In April 2014 Jennings was inducted into the Internet Hall of Fame.

==Venture capitalist==

Jennings is the co-founder of 4th Level Ventures (2002 to 2011) – an Irish Venture Capital company whose primary objective is to invest in companies commercialising the business opportunities that arise from university research in Ireland. He is also an Angel investor, investing in early-stage technology companies. He is currently chairman and/or board member of several small technology companies, and has a wide experience of the issues relating to the start-up, funding, supervision and governance, and survival of early-stage technology companies.
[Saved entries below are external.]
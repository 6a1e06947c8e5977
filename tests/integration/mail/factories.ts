import crypto from "node:crypto";
import { eq } from "drizzle-orm";
import { getDb } from "@/db/client";
import { revisions, shots, shows, subscriptions, tags, techniques, users, uses } from "@/db/schema";
import type { Role } from "@/lib/auth/roles";
import type { SessionUser } from "@/lib/auth/roles";

// Small local factories for the mail tests; demo names are invented (Kestrel Yard).
const uid = () => crypto.randomBytes(4).toString("hex");

export async function makeUser(o: { name?: string; role?: Role; mailMode?: "immediate" | "daily"; disabled?: boolean } = {}): Promise<SessionUser> {
  const id = uid();
  const [u] = await getDb()
    .insert(users)
    .values({
      email: `person-${id}@kestrel.test`,
      name: o.name ?? `Person ${id}`,
      role: o.role ?? "artist",
      mailMode: o.mailMode ?? "immediate",
      disabledAt: o.disabled ? new Date() : null,
    })
    .returning();
  return { id: u!.id, email: u!.email, name: u!.name, role: u!.role };
}

export async function makeTag(o: { slug?: string; name?: string } = {}) {
  const id = uid();
  const [t] = await getDb()
    .insert(tags)
    .values({ kind: "problem", slug: o.slug ?? `tag-${id}`, name: o.name ?? `Tag ${id}` })
    .returning();
  return t!;
}

/** A technique with one revision; approved by default. */
export async function makeTechnique(o: { slug?: string; title?: string; tagIds?: string[]; status?: "draft" | "approved"; authorId?: string } = {}) {
  const db = getDb();
  const id = uid();
  const [t] = await db
    .insert(techniques)
    .values({ slug: o.slug ?? `technique-${id}`, status: o.status ?? "approved", createdById: o.authorId ?? null })
    .returning();
  const [r] = await db
    .insert(revisions)
    .values({
      techniqueId: t!.id,
      number: 1,
      title: o.title ?? `Technique ${id}`,
      summary: "A summary.",
      tagIds: o.tagIds ?? [],
      body: { type: "doc", content: [] },
      state: o.status === "draft" ? "draft" : "approved",
      authorId: o.authorId ?? null,
    })
    .returning();
  await db
    .update(techniques)
    .set({ latestRevisionId: r!.id, approvedRevisionId: o.status === "draft" ? null : r!.id })
    .where(eq(techniques.id, t!.id));
  return { ...t!, title: r!.title };
}

export async function makeShow(o: { code: string; name: string }) {
  const [s] = await getDb()
    .insert(shows)
    .values({ code: o.code, name: o.name, shotPattern: `^${o.code}_[0-9]{3}_[0-9]{4}$` })
    .returning();
  return s!;
}

/** Records that the technique was used on a new shot of the show. */
export async function makeUse(o: { techniqueId: string; showId: string; shotCode: string }) {
  const db = getDb();
  const [shot] = await db
    .insert(shots)
    .values({ showId: o.showId, code: o.shotCode, sequence: o.shotCode.split("_")[1] ?? "000" })
    .returning();
  await db.insert(uses).values({ techniqueId: o.techniqueId, shotId: shot!.id, outcome: "clean" });
  return shot!;
}

export async function follow(userId: string, kind: "technique" | "tag" | "show", key: string, mode: "immediate" | "daily" = "immediate") {
  await getDb().insert(subscriptions).values({ userId, kind, key, mode });
}
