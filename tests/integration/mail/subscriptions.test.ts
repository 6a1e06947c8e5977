import { eq } from "drizzle-orm";
import { describe, expect, it } from "vitest";
import { getDb } from "@/db/client";
import { subscriptions, techniqueSlugHistory, users } from "@/db/schema";
import type { SessionUser } from "@/lib/auth/roles";
import { getSubscription, isSubscribed, listSubscriptions } from "@/lib/subscriptions/queries";
import { renameTechniqueSubscriptions, setMailMode, subscribe, unsubscribe } from "@/lib/subscriptions/mutations";
import { makeShow, makeTag, makeTechnique, makeUser } from "./factories";

describe("subscriptions DAL", () => {
  it("follows a technique, tag and show by their keys, lists them with labels, and unfollows", async () => {
    const artist = await makeUser();
    const technique = await makeTechnique({ title: "Grain-matched patch" });
    const tag = await makeTag({ name: "Wire removal" });
    await makeShow({ code: "LTH", name: "The Long Thaw" });

    const t = await subscribe(artist, { target: { kind: "technique", key: technique.slug }, mode: "immediate" });
    expect(t).toMatchObject({ target: { kind: "technique", key: technique.slug }, mode: "immediate", label: "Grain-matched patch" });
    await subscribe(artist, { target: { kind: "tag", key: tag.slug.toUpperCase() } });
    // Show codes are matched regardless of case and stored as the show spells its code.
    const s = await subscribe(artist, { target: { kind: "show", key: "lth" }, mode: "daily" });
    expect(s.target).toEqual({ kind: "show", key: "LTH" });
    expect(s.label).toBe("LTH · The Long Thaw");

    const list = await listSubscriptions(artist);
    expect(list.mailMode).toBe("immediate");
    expect(list.items.map((i) => `${i.target.kind}:${i.target.key}:${i.mode}`).sort()).toEqual(
      [`show:LTH:daily`, `tag:${tag.slug}:immediate`, `technique:${technique.slug}:immediate`].sort(),
    );
    expect(await isSubscribed(artist, "tag", tag.slug)).toBe(true);

    expect(await unsubscribe(artist, { kind: "tag", key: tag.slug })).toEqual({ removed: true });
    expect(await unsubscribe(artist, { kind: "tag", key: tag.slug })).toEqual({ removed: false });
    expect(await isSubscribed(artist, "tag", tag.slug)).toBe(false);
  });

  it("following again changes only the mode (one row per target)", async () => {
    const artist = await makeUser();
    const tag = await makeTag();
    await subscribe(artist, { target: { kind: "tag", key: tag.slug }, mode: "immediate" });
    await subscribe(artist, { target: { kind: "tag", key: tag.slug }, mode: "daily" });
    const rows = await getDb().select().from(subscriptions).where(eq(subscriptions.userId, artist.id));
    expect(rows).toHaveLength(1);
    expect(rows[0]!.mode).toBe("daily");
  });

  it("unknown targets are not found, and artists cannot follow an unapproved draft", async () => {
    const artist = await makeUser();
    const senior = await makeUser({ role: "senior" });
    const draft = await makeTechnique({ status: "draft" });
    for (const target of [
      { kind: "technique", key: "no-such-technique" },
      { kind: "tag", key: "no-such-tag" },
      { kind: "show", key: "XYZ" },
      { kind: "technique", key: draft.slug },
    ] as const) {
      await expect(subscribe(artist, { target })).rejects.toMatchObject({ code: "not_found" });
    }
    await expect(subscribe(senior, { target: { kind: "technique", key: draft.slug } })).resolves.toMatchObject({ target: { key: draft.slug } });
  });

  it("an old technique slug resolves to the current one", async () => {
    const artist = await makeUser();
    const technique = await makeTechnique();
    await getDb().insert(techniqueSlugHistory).values({ slug: `${technique.slug}-old`, techniqueId: technique.id });
    const s = await subscribe(artist, { target: { kind: "technique", key: `${technique.slug}-old` } });
    expect(s.target.key).toBe(technique.slug);

    // A rename moves existing followers with it.
    await getDb().transaction((tx) => renameTechniqueSubscriptions(tx, technique.slug, `${technique.slug}-new`));
    expect(await isSubscribed(artist, "technique", `${technique.slug}-new`)).toBe(true);
    expect(await isSubscribed(artist, "technique", technique.slug)).toBe(false);
  });

  it("the mail mode applies to everything followed and is the default for new follows", async () => {
    const artist = await makeUser();
    const [a, b] = [await makeTag(), await makeTag()];
    await subscribe(artist, { target: { kind: "tag", key: a.slug }, mode: "immediate" });
    expect(await setMailMode(artist, "daily")).toEqual({ mailMode: "daily" });
    expect((await getSubscription(artist, "tag", a.slug))!.mode).toBe("daily");
    expect((await subscribe(artist, { target: { kind: "tag", key: b.slug } })).mode).toBe("daily");
    const [u] = await getDb().select().from(users).where(eq(users.id, artist.id));
    expect(u!.mailMode).toBe("daily");
  });

  it("every function checks subscription:manage (deny by default, OWASP ASVS 4.0.3 V4.1, from memory)", async () => {
    const nobody = { id: "00000000-0000-4000-8000-000000000000", email: "x@kestrel.test", name: "X", role: "guest" } as unknown as SessionUser;
    await expect(listSubscriptions(nobody)).rejects.toMatchObject({ code: "forbidden" });
    await expect(subscribe(nobody, { target: { kind: "tag", key: "x" } })).rejects.toMatchObject({ code: "forbidden" });
    await expect(unsubscribe(nobody, { kind: "tag", key: "x" })).rejects.toMatchObject({ code: "forbidden" });
    await expect(setMailMode(nobody, "daily")).rejects.toMatchObject({ code: "forbidden" });
    await expect(isSubscribed(nobody, "tag", "x")).rejects.toMatchObject({ code: "forbidden" });
  });
});
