import copy
import re
from typing import Any, Literal

from pydantic import BaseModel, ConfigDict, Field, field_validator, model_validator

SCHEMA_VERSION = "2"
# Schema versions this code reads. A version-1 document is verified against its stored bytes, then
# upgraded in memory (see :func:`upgrade_document`); it keeps ``schema_version`` "1" so that a reader
# knows its hash was taken over the version-1 form.
READABLE_SCHEMA_VERSIONS = ("1", "2")
NAME_PATTERN = r"^[a-z0-9][a-z0-9._-]{0,63}$"
ALIAS_PATTERN = r"^[a-z][a-z0-9_-]{0,31}$"

PolicyStatus = Literal["invariant", "group_specific", "excluded"]

# Sanity bounds on published parameters (equitheta's own, generous for any real bank): a slope of 20
# makes an item a step function, an intercept of 200 puts a threshold 10 SD out at that slope, and
# latent means and SDs of 10 are far outside any grid. A document beyond them is refused on publish.
MAX_ABS_SLOPE = 20.0
MAX_ABS_INTERCEPT = 200.0
MAX_ABS_LATENT_MEAN = 10.0
MAX_LATENT_SD = 10.0
MAX_QUADRATURE_POINTS = 1001
# A stated threshold must equal -intercept / slope to this relative precision.
THRESHOLD_TOLERANCE = 1e-6


class _Frozen(BaseModel):
    # No NaN or infinity anywhere: JSON has neither, and 1e999 would otherwise read as infinity.
    model_config = ConfigDict(extra="forbid", frozen=True, allow_inf_nan=False)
==Opera and classical music==

He is an opera and classical music enthusiast and is the chairman of the UCD Choral Scholars board of management.

==Selected publications==
- "The Design of a Real-Time Operating System for a Minicomputer, Part 1", W F C Purser and D M Jennings, Software Practice and Experience, Vol 5 No. 2 (1975), pp. 147–167.
- "Computer Networking for Scientists", Dennis M. Jennings, Lawrence H,. Landweber, Ira H. Fuchs, David J. Farber, and W. Richards Adrion, Science, Vol. 231 No. 4741 (28 February 1986), pp. 943–950.
- "Research computer networks and their interconnection", L H Landweber, D M Jennings, and I Fuchs, IEEE Communications Magazine, Vol. 24, no. 6 (1986), pp. 5–17.
- Information Technologies in Support of Research, Dennis M. Jennings, Higher Education Management, v2 n3 (1990), pp. 310–18.